The main sight in Odessa, Ukraine is without doubt the catacombs just outside the city. My lonely planet guide (Europe on a shoestring) had not only missed out on these catacombs, but also the whole bloody city, so I’m here to save the day.
There are over 2000km of catacombs dug throughout the region, initially under Katherine the Great as she mined the limestone to build Odessa. There are set areas where you can visit the catacombs but naturally with their being so many you’re free to explore yourself. However this is hugely frowned upon because the catacombs are officially the biggest manmade maze on the planet. Every year at least 1 person ventures in to the catacombs and never returns, don’t be that guy.
First off, the catacombs aren’t in the city proper, so you have to get there, here’s how to do that:
How to get to the Odessa Nerubayske Catacombs:
There are effectily three ways to get to the catacombs from Odessa..
1) Tour through the hostel: Tours run half day trips there for around 160UAH ($20).
2) Local Bus: Buses run from the bus station every 10 minutes, it costs 1.50UAH ($0.20). Get off at the massive Russian statue 40 minutes later.
3) Taxi: A return taxi trip, with the taxi waiting for an hour at the catacombs costs about 150UAH ($19). I did this with 2 other guys, just over $6 each. Takes about 15 minutes.
Once you’re there you need to take a guide. When you go to the entrance, the gate is locked but the lady in the store will call the guide. If you want an English-speaking guide, it’s 100UAH ($13) per person for 40 minutes, if you’re happy to stick with a Russian speaking guide it’s 50 UAH ($6.50) per person.
I went with the Russian guide and luckily we were with a bilingual Lithuanian women who kindly translated everything for me.
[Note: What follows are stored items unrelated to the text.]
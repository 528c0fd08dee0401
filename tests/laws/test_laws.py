"""Laws that hold whatever the campaign: properties over drawn tap layouts, readings and errors."""

from __future__ import annotations

from dataclasses import replace

import numpy as np
import pytest
from hypothesis import given, settings
from hypothesis import strategies as st

from campaigns import TWELVE, campaign, every_kind, size, source
from tapband.nouns.campaign import Campaign
from tapband.nouns.source import COMMON, INDEPENDENT, Shape
from tapband.probability.linearised import propagate
from tapband.reduction import assemble, reduce_campaign

RULES = st.sampled_from(["contour-cubic", "contour-linear", "polygon"])
COUNTS = st.sampled_from([21, 31, 41])
ANGLES = st.floats(-3.0, 9.0)
few = settings(max_examples=12, deadline=None, derandomize=True)


def _moved(c: Campaign, **changes: object) -> Campaign:
    assert c.points is not None
    return replace(c, points=replace(c.points, **changes))


def _estimate(c: Campaign) -> np.ndarray:
    return assemble(c).problem.estimate


@few
@given(rule=RULES, count=COUNTS, alpha=ANGLES, offset=st.floats(-5e3, 5e3))
def test_uniform_offset_leaves_forces_unchanged(rule: str, count: int, alpha: float, offset: float) -> None:
    c = campaign(alphas=[alpha], taps=TWELVE.taps(count, "cosine", 0.97), integration=rule)
    assert c.points is not None
    moved = _moved(c, readings=c.points.readings + offset)
    # Readings of 1e5 Pa over a q of 6e3 Pa carry a rounding of some 1e-15 each into sums of order one.
    np.testing.assert_allclose(_estimate(moved), _estimate(c), rtol=0, atol=1e-12)


@few
@given(rule=RULES, alpha=ANGLES, e=st.floats(-0.1, 0.1))
def test_dynamic_pressure_scales_every_coefficient(rule: str, alpha: float, e: float) -> None:
    c = campaign(alphas=[alpha], stream="dynamic and mach", pressures="relative to static", integration=rule)
    assert c.points is not None
    channels = dict(c.points.channels)
    channels["q"] = channels["q"] * (1.0 + e)
    np.testing.assert_allclose(_estimate(_moved(c, channels=channels)) * (1.0 + e), _estimate(c), atol=1e-13)


@few
@given(alpha=ANGLES, turn=st.floats(-0.05, 0.05))
def test_rotation_at_fixed_pressures_exchanges_lift_and_drag(alpha: float, turn: float) -> None:
    """cl and cd_pressure turn as a vector, so that ∂cd/∂α = cl and ∂cl/∂α = −cd at fixed pressures."""
    c = campaign(alphas=[alpha])
    assert c.points is not None
    before, after = _estimate(c)[0], _estimate(_moved(c, alpha=c.points.alpha + turn))[0]
    cl = before[3] * np.cos(turn) - before[4] * np.sin(turn)
    cd = before[3] * np.sin(turn) + before[4] * np.cos(turn)
    np.testing.assert_allclose(after, [*before[:3], cl, cd], atol=1e-14)


@few
@given(order=st.permutations(range(41)), alpha=ANGLES)
def test_order_of_taps_changes_nothing(order: list[int], alpha: float) -> None:
    c = campaign(every_kind(), alphas=[alpha])
    assert c.points is not None
    i = np.array(order)
    taps = replace(
        c.taps, names=tuple(c.taps.names[k] for k in order), s=c.taps.s[i], x=c.taps.x[i], y=c.taps.y[i],
        upper=c.taps.upper[i], columns={"module": tuple(c.taps.columns["module"][k] for k in order)},
    )  # fmt: skip
    shuffled = replace(_moved(c, readings=c.points.readings[:, i]), taps=taps)
    a, b = (propagate(assemble(x).problem, 0.95) for x in (c, shuffled))
    np.testing.assert_allclose(b.estimate, a.estimate, atol=1e-14)
    np.testing.assert_allclose(b.contribution, a.contribution, atol=1e-14)


@few
@given(order=st.permutations(range(15)))
def test_order_and_names_of_sources_change_no_uncertainty(order: list[int]) -> None:
    kinds = every_kind()
    renamed = [replace(kinds[k], name=f"error {k}") for k in order]
    a, b = (propagate(assemble(campaign(s)).problem, 0.95) for s in (kinds, renamed))
    np.testing.assert_allclose(b.u, a.u, rtol=1e-13)
    np.testing.assert_allclose(b.covariance, a.covariance, atol=1e-16)


def test_no_error_gives_exactly_no_uncertainty() -> None:
    nothing = [replace(s, size=size(0.0)) for s in every_kind()]
    c = campaign([*nothing, source("edge", "trailing-edge coefficient", size(0.0))], spacing=False)
    r = reduce_campaign(c, trials="plain:1000")
    assert np.all(r.linear.u == 0.0)
    assert np.all(r.linear.U == 0.0)
    assert np.all(r.montecarlo.u <= 1e-15)  # rounding of a mean of equal numbers
    assert r.agrees.all()


def test_one_error_entering_twice_is_fully_correlated() -> None:
    """A zero common to the taps and their reference cancels; two independent ones do not."""
    zero = size(10.0)
    shared = source("zero", ["tap pressure", "static pressure"], zero, COMMON, COMMON)
    apart = [source("a", "tap pressure", zero, COMMON, COMMON), source("b", "static pressure", zero)]
    level = campaign([source("edge", "trailing-edge coefficient", size(0.0))], spacing=False)
    u = {}
    for name, sources in (("shared", [shared]), ("apart", apart)):
        a = assemble(replace(level, sources=(*level.sources, *sources)))
        u[name] = np.sqrt(a.cp_variance[0].sum(axis=1))
    # Cp = (p − p_static)/q: the shared zero leaves only its effect through q, none where Cp is zero.
    least = int(np.nanargmin(np.abs(a.cp[0])))
    assert u["shared"][least] < 0.05 * u["apart"][least]


def test_a_source_split_into_two_correlated_halves_changes_nothing() -> None:
    whole = [source("static", "static pressure", size(8.0))]
    half = [source("static", ["static pressure", "static pressure"], size(4.0))]
    a, b = (propagate(assemble(campaign(s)).problem, 0.95) for s in (whole, half))
    np.testing.assert_allclose(b.u, a.u, rtol=1e-14)


def test_shares_sum_to_one_and_covariance_is_positive_semi_definite() -> None:
    c = campaign(every_kind(), compressibility="karman-tsien", lost={(1, 5): True})
    linear = propagate(assemble(c).problem, 0.95)
    shares = (linear.contribution**2).sum(axis=2) / linear.u**2
    np.testing.assert_allclose(shares, 1.0, atol=1e-12)
    values = np.linalg.eigvalsh(linear.covariance)
    assert values.min() > -1e-14 * values.max()


def test_units_of_pressure_are_irrelevant() -> None:
    """Everything in another unit of pressure gives the same coefficients and uncertainties."""
    factor = 1.0 / 6894.757
    sources = [
        source("port", "tap pressure", size(4.0), INDEPENDENT, INDEPENDENT),
        source("static", "static pressure", size(6.0, Shape.RECTANGULAR)),
    ]
    scaled = [replace(s, size=size(s.size.terms[0].half * factor, s.size.shape)) for s in sources]
    c = campaign(sources)
    assert c.points is not None
    other = replace(
        _moved(
            c, readings=c.points.readings * factor,
            channels={k: v * factor for k, v in c.points.channels.items()},
        ),
        sources=tuple(scaled),
    )  # fmt: skip
    a, b = (propagate(assemble(x).problem, 0.95) for x in (c, other))
    np.testing.assert_allclose(b.estimate, a.estimate, atol=1e-12)
    np.testing.assert_allclose(b.u, a.u, rtol=1e-9)


@pytest.mark.parametrize("trials", ["auto", "plain:20000"])
def test_threads_blocks_order_of_points_and_other_sources_change_no_row(trials: str) -> None:
    sources = [s for s in every_kind() if s.name not in ("hole", "place")]
    c = campaign(sources, alphas=(0.0, 3.0, 6.0, 8.0), runs=["R1", "R1", "R2", "R2"])
    base = reduce_campaign(c, trials=trials, threads=1)
    again = reduce_campaign(c, trials=trials, threads=4)
    _same_rows(base, again, [0, 1, 2, 3])
    backwards = [3, 1, 0, 2]
    i = np.array(backwards)
    assert c.points is not None
    shuffled = _moved(
        c, names=tuple(c.points.names[k] for k in backwards), runs=tuple(c.points.runs[k] for k in backwards),
        columns={n: tuple(v[k] for k in backwards) for n, v in c.points.columns.items()},
        alpha=c.points.alpha[i], readings=c.points.readings[i],
        channels={n: v[i] for n, v in c.points.channels.items()},
    )  # fmt: skip
    _same_rows(base, reduce_campaign(shuffled, trials=trials, threads=2), backwards)
    alone = _moved(
        c, names=c.points.names[2:3], runs=c.points.runs[2:3],
        columns={n: v[2:3] for n, v in c.points.columns.items()}, alpha=c.points.alpha[2:3],
        readings=c.points.readings[2:3], channels={n: v[2:3] for n, v in c.points.channels.items()},
        counts=c.points.counts[2:3], t_total=None,
    )  # fmt: skip
    _same_rows(base, reduce_campaign(alone, trials=trials), [2])


def _same_rows(base: object, other: object, rows: list[int]) -> None:
    for name in ("mean", "u", "low", "high", "short_low", "short_high"):
        a = getattr(base.montecarlo, name)[rows]  # type: ignore[attr-defined]
        b = getattr(other.montecarlo, name)  # type: ignore[attr-defined]
        np.testing.assert_array_equal(b, a, err_msg=name)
Now, after hearing all the info, I’d probably pay the extra fee for the English speaking guide, there’s some great stories.
The catacombs used to only be 1.20m tall but they’ve been heightened since becoming a museum 40 years ago. During WWII, the Ukranian partisans lived underground in the labyrinth, for months and years at a time, never seeing sunlight, crouched over, maintaining the war effort until they defeated the Nazis. There are still lots of WWII paraphernalia dotted around downstairs, all very interesting stuff.
The tour last around 45 minutes, after which you head back. I had my taxi waiting, and 15 minutes later I was back, definitely a good choice. I thoroughly enjoyed my time at the Nerubayske Catacombs, none of the other people in the hostel were planning to go which in my mind is madness. Don’t miss out guys. Happy travels!